In his petition for review, Dressler also asked us to consider and define the circumstances under which the provisions of Rule 60(c) prohibit an independent post-decree action between former spouses and mandate a reopening of the dissolution proceeding. Given our resolution of the first issue presented, we need not address this issue.
¶ 18 Because the trial court dismissed Dressler's action pursuant to Rule 12(b), Dressler has yet to establish the facts necessary to prevail on his claim that the Properties, which the dissolution decree did not address, were, indeed, community property and that he and Morrison hold them as tenants in common. See A.R.S. § 25-318.B. The trial court also has not yet considered the various defenses asserted by Morrison. We therefore remand this matter to permit the trial court to resolve those issues related to Dressler's co-tenancy claim.
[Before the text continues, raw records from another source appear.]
using System.Text;
using ForceFit.Core.Problems;
using ForceFit.Ingest.Data;
using ForceFit.Ingest.RunFiles;

namespace ForceFit.Ingest.Streams;

/// <summary>
/// The fast reader for plain numeric CSV/TSV: the file is read in 8 MB chunks cut at line breaks, and the chunks
/// are parsed on worker threads while the caller consumes earlier ones, so parsing runs in parallel with the step
/// analysis. Line numbers stay exact (each chunk counts its line breaks). Comment lines ('#') and empty lines are
/// skipped anywhere. A chunk with a quote character is handed to <see cref="CsvSampleSource"/>'s rules by falling
/// back for the whole file (see <see cref="SampleSources.Open"/>): quoted numbers are rare in instrument files.
/// </summary>
public sealed class ChunkedCsvSampleSource : ISampleSource
{
    private const int ChunkBytes = 8 << 20;
    private readonly string _file;
    private readonly FileStream _stream;
    private readonly int[] _index;
    private readonly double[] _toSi;
    private readonly string[] _names;
    private readonly byte _separator;
    private readonly int _fieldCount;
    private readonly List<string> _warnings = [];
    private readonly Queue<Task<Parsed>> _queue = new();
    // Chunk buffers and parsed arrays are reused: allocating them per chunk (large-object heap) forces full collections.
    private readonly System.Collections.Concurrent.ConcurrentBag<byte[]> _freeChunks = [];
    private readonly System.Collections.Concurrent.ConcurrentBag<Parsed> _freeParsed = [];
    private byte[] _carry = [];
    private long _nextLine;
    private bool _eof;
    private Parsed? _current;
    private int _currentPosition;
    private double _lastTime = double.NegativeInfinity;
    private long _lastTimeLine;

    /// <summary>Opens the file (read-only), maps the columns and positions after the header line.</summary>
    public ChunkedCsvSampleSource(RunSettings run)
    {
        _file = run.DataFile;
        CsvLayout layout = CsvLayout.For(run);
        DataFileHeader header = layout.Header;
        _index = layout.Index;
        _toSi = layout.ToSi;
        _names = layout.Names;
        _fieldCount = layout.FieldCount;
        _separator = layout.Separator;
        _stream = new FileStream(_file, FileMode.Open, FileAccess.Read, FileShare.Read, 1 << 16);
        Length = _stream.Length;
        // Skip to the line after the header.
        long offset = 0;
        int line = 0;
        var buffer = new byte[1 << 16];
        int read = _stream.Read(buffer);
        int at = read >= 3 && buffer[0] == 0xEF && buffer[1] == 0xBB && buffer[2] == 0xBF ? 3 : 0;
        while (line < header.HeaderLine)
        {
            int nl = Array.IndexOf(buffer, (byte)'\n', at, read - at);
            if (nl < 0) throw new InputException(new Problem(_file, header.HeaderLine, "the header line is longer than 64 kB"));
            at = nl + 1;
            line++;
        }
        offset = at;
        _stream.Seek(offset, SeekOrigin.Begin);
        _nextLine = header.HeaderLine + 1;
        for (int i = 0; i < 3; i++) Schedule();
    }

    /// <summary>True when a file can take the fast path: no quote character in its first 64 kB of data.</summary>
    public static bool Suits(string file)
    {
        using var s = new FileStream(file, FileMode.Open, FileAccess.Read, FileShare.Read);
        var buffer = new byte[1 << 16];
        int n = s.Read(buffer);
        return buffer.AsSpan(0, n).IndexOf((byte)'"') < 0;
    }

    /// <inheritdoc />
    public long BytesRead { get; private set; }

    /// <inheritdoc />
    public long Length { get; }

    /// <inheritdoc />
    public IReadOnlyList<string> Warnings => _warnings;

    private sealed class Parsed
    {
        public double[] T = [], P = [], V = [], S = [];
        public long[] Lines = [];
        public int Count;
        public Problem? Error;
        public bool Quoted;
        public bool Final;
        public string? DroppedLast;
    }

    private void Schedule()
    {
        if (_eof) return;
        byte[] chunk = _freeChunks.TryTake(out byte[]? reused) ? reused : new byte[ChunkBytes];
        Buffer.BlockCopy(_carry, 0, chunk, 0, _carry.Length);
        int filled = _carry.Length;
        int n;
        while (filled < chunk.Length && (n = _stream.Read(chunk, filled, chunk.Length - filled)) > 0) filled += n;
        bool final = filled < chunk.Length;
        int end = final ? filled : Array.LastIndexOf(chunk, (byte)'\n', filled - 1) + 1;
        if (end <= 0)
        {
            if (!final) throw new InputException(new Problem(_file, (int)_nextLine, "a line is longer than 8 MB"));
            end = filled;
        }
        _carry = chunk.AsSpan(end, filled - end).ToArray();
        if (final) _eof = true;
        long firstLine = _nextLine;
        int newlines = chunk.AsSpan(0, end).Count((byte)'\n');
        _nextLine += newlines;
        BytesRead = _stream.Position - _carry.Length;
        byte[] data = chunk;
        int length = end;
        _queue.Enqueue(Task.Run(() => Parse(data, length, firstLine, final)));
    }

    private Parsed Parse(byte[] data, int length, long firstLine, bool final)
    {
        int estimate = Math.Max(16, length / 24);
        Parsed r = _freeParsed.TryTake(out Parsed? old) ? old : new Parsed();
        if (r.T.Length < estimate)
        {
            r.T = new double[estimate]; r.P = new double[estimate]; r.V = new double[estimate]; r.S = new double[estimate]; r.Lines = new long[estimate];
        }
        r.Count = 0; r.Error = null; r.Quoted = false; r.DroppedLast = null; r.Final = final;
        ReadOnlySpan<byte> all = data.AsSpan(0, length);
        try
        {
            return ParseInto(r, all, length, firstLine, final);
        }
        finally
        {
            _freeChunks.Add(data);
        }
    }

    private Parsed ParseInto(Parsed r, ReadOnlySpan<byte> all, int length, long firstLine, bool final)
    {
        if (all.IndexOf((byte)'"') >= 0)
        {
            r.Quoted = true;
            return r;
        }
        Span<double> values = stackalloc double[4];
        long line = firstLine;
        int pos = 0;
        while (pos < length)
        {
            int nl = all[pos..].IndexOf((byte)'\n');
            bool last = nl < 0;
            ReadOnlySpan<byte> record = last ? all[pos..] : all.Slice(pos, nl);
            pos = last ? length : pos + nl + 1;
            if (record.Length > 0 && record[^1] == (byte)'\r') record = record[..^1];
            if (record.IsEmpty || record.Trim((byte)' ').IsEmpty || record[0] == (byte)'#')
            {
                line++;
                continue;
            }
            if (!ChunkParsing.Fast(record, _separator, _index, _fieldCount, values)
                && !ChunkParsing.Careful(record, _separator, _index, _fieldCount, _names, values, out string? problem))
            {
                if (last && final)
                {
                    r.DroppedLast = $"{_file}:{line}: the last line is incomplete ({problem}); it was dropped";
                    break;
                }
                r.Error = new Problem(_file, (int)Math.Min(line, int.MaxValue), problem!);
                break;
            }
            if (r.Count == r.T.Length) Grow(r);
            int i = r.Count++;
            r.T[i] = values[0] * _toSi[0];
            r.P[i] = values[1] * _toSi[1];
            r.V[i] = values[2] * _toSi[2];
            r.S[i] = values[3] * _toSi[3];
            r.Lines[i] = line;
            line++;
        }
        return r;
    }

    private static void Grow(Parsed r)
    {
        int size = r.T.Length * 2;
        Array.Resize(ref r.T, size);
        Array.Resize(ref r.P, size);
        Array.Resize(ref r.V, size);
        Array.Resize(ref r.S, size);
        Array.Resize(ref r.Lines, size);
    }

    /// <inheritdoc />
    public bool Read(SampleBlock block)
    {
        block.Count = 0;
        while (block.Count < block.Capacity)
        {
            if (_current is null || _currentPosition >= _current.Count)
            {
                if (_current?.Error is { } error) throw new InputException(error);
                if (_current?.DroppedLast is { } dropped)
                {
                    _warnings.Add(dropped);
                    _current.DroppedLast = null;
                }
                if (_queue.Count == 0) break;
                if (_current is not null) _freeParsed.Add(_current);
                _current = _queue.Dequeue().GetAwaiter().GetResult();
                _currentPosition = 0;
                if (_current.Quoted) throw new InputException(new Problem(_file, null, "quoted fields appear in the data after the first 64 kB; quote every row or none"));
                Schedule();
                continue;
            }
            int take = Math.Min(block.Capacity - block.Count, _current.Count - _currentPosition);
            for (int k = 0; k < take; k++)
            {
                int i = _currentPosition + k, j = block.Count + k;
                double t = _current.T[i];
                if (!(t > _lastTime))
                    throw new InputException(new Problem(_file, (int)_current.Lines[i], $"column '{_names[0]}': time does not increase ({t / _toSi[0]} after the value on line {_lastTimeLine})"));
                _lastTime = t;
                _lastTimeLine = _current.Lines[i];
                block.Time[j] = t;
                block.Piezo[j] = _current.P[i];
                block.Bias[j] = _current.V[i];
                block.Signal[j] = _current.S[i];
                block.Lines[j] = _current.Lines[i];
            }
            block.Count += take;
            _currentPosition += take;
        }
        return block.Count > 0;
    }

    /// <inheritdoc />
    public void Dispose()
    {
        while (_queue.Count > 0)
        {
            try { _queue.Dequeue().Wait(); } catch (AggregateException) { }
        }
        _stream.Dispose();
    }
}

/// <summary>Record parsing shared by the CSV readers.</summary>
internal static class ChunkParsing
{
    private static readonly double[] PowersOfTen = Enumerable.Range(0, 23).Select(k => Math.Pow(10, k)).ToArray();

    /// <summary>One pass over a record of plain numbers; false for anything unusual (then <see cref="Careful"/> decides).</summary>
    public static bool Fast(ReadOnlySpan<byte> record, byte separator, int[] index, int fieldCount, Span<double> values)
    {
        int i = 0, field = 0, found = 0;
        while (true)
        {
            int column = -1;
            for (int c = 0; c < 4; c++) if (index[c] == field) column = c;
            if (column < 0)
            {
                int next = record[i..].IndexOf(separator);
                field++;
                if (next < 0) break;
                i += next + 1;
                continue;
            }
            bool negative = false;
            if (i < record.Length && record[i] == (byte)'-') { negative = true; i++; }
            ulong mantissa = 0;
            int digits = 0, fraction = 0;
            uint d;
            while (i < record.Length && (d = (uint)(record[i] - '0')) <= 9) { mantissa = mantissa * 10 + d; digits++; i++; }
            if (i < record.Length && record[i] == (byte)'.')
            {
                i++;
                int fractionStart = i;
                while (i < record.Length && (d = (uint)(record[i] - '0')) <= 9) { mantissa = mantissa * 10 + d; digits++; i++; }
                fraction = i - fractionStart;
            }
            if (digits == 0 || digits > 15) return false;
            double v = fraction == 0 ? mantissa : mantissa / PowersOfTen[fraction];
            values[column] = negative ? -v : v;
            found++;
            field++;
            if (i == record.Length) break;
            if (record[i] != separator) return false;
            i++;
        }
        return found == 4 && field == fieldCount;
    }

    /// <summary>Parses one cell; on failure says what is wrong with it, naming the column.</summary>
    public static bool Cell(ReadOnlySpan<byte> cell, string column, out double value, out string? problem)
    {
        problem = null;
        if (!FastNumber.TryParse(cell, out value))
        {
            problem = cell.Trim((byte)' ').Length == 0
                ? $"column '{column}': the cell is empty"
                : $"column '{column}': '{Encoding.UTF8.GetString(cell)}' is not a number";
            return false;
        }
        if (!double.IsFinite(value))
        {
            problem = $"column '{column}': '{Encoding.UTF8.GetString(cell)}' is not a finite number";
            return false;
        }
        return true;
    }

    /// <summary>Splits at the separator and parses each mapped field, saying what is wrong when it fails.</summary>
    public static bool Careful(ReadOnlySpan<byte> record, byte separator, int[] index, int fieldCount, string[] names, Span<double> values, out string? problem)
    {
        problem = null;
        int field = 0, start = 0;
        for (int i = 0; i <= record.Length; i++)
        {
            if (i < record.Length && record[i] != separator) continue;
            for (int c = 0; c < 4; c++)
            {
                if (index[c] != field) continue;
                if (!Cell(record[start..i], names[c], out values[c], out problem)) return false;
            }
            field++;
            start = i + 1;
        }
        if (field != fieldCount)
        {
            problem = $"the row has {field} fields, the header {fieldCount}";
            return false;
        }
        return true;
    }
}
¶ 19 For the foregoing reasons, we vacate that portion of the court of appeals' memorandum decision that required Dressler to bring his co-tenancy claim as a Rule 60(c) motion, reverse in part the judgment of the superior court, and remand to the superior court for further proceedings consistent with this opinion.
CONCURRING: REBECCA WHITE BERCH, Vice Chief Justice, MICHAEL D. RYAN, ANDREW D. HURWITZ and W. SCOTT BALES, Justices.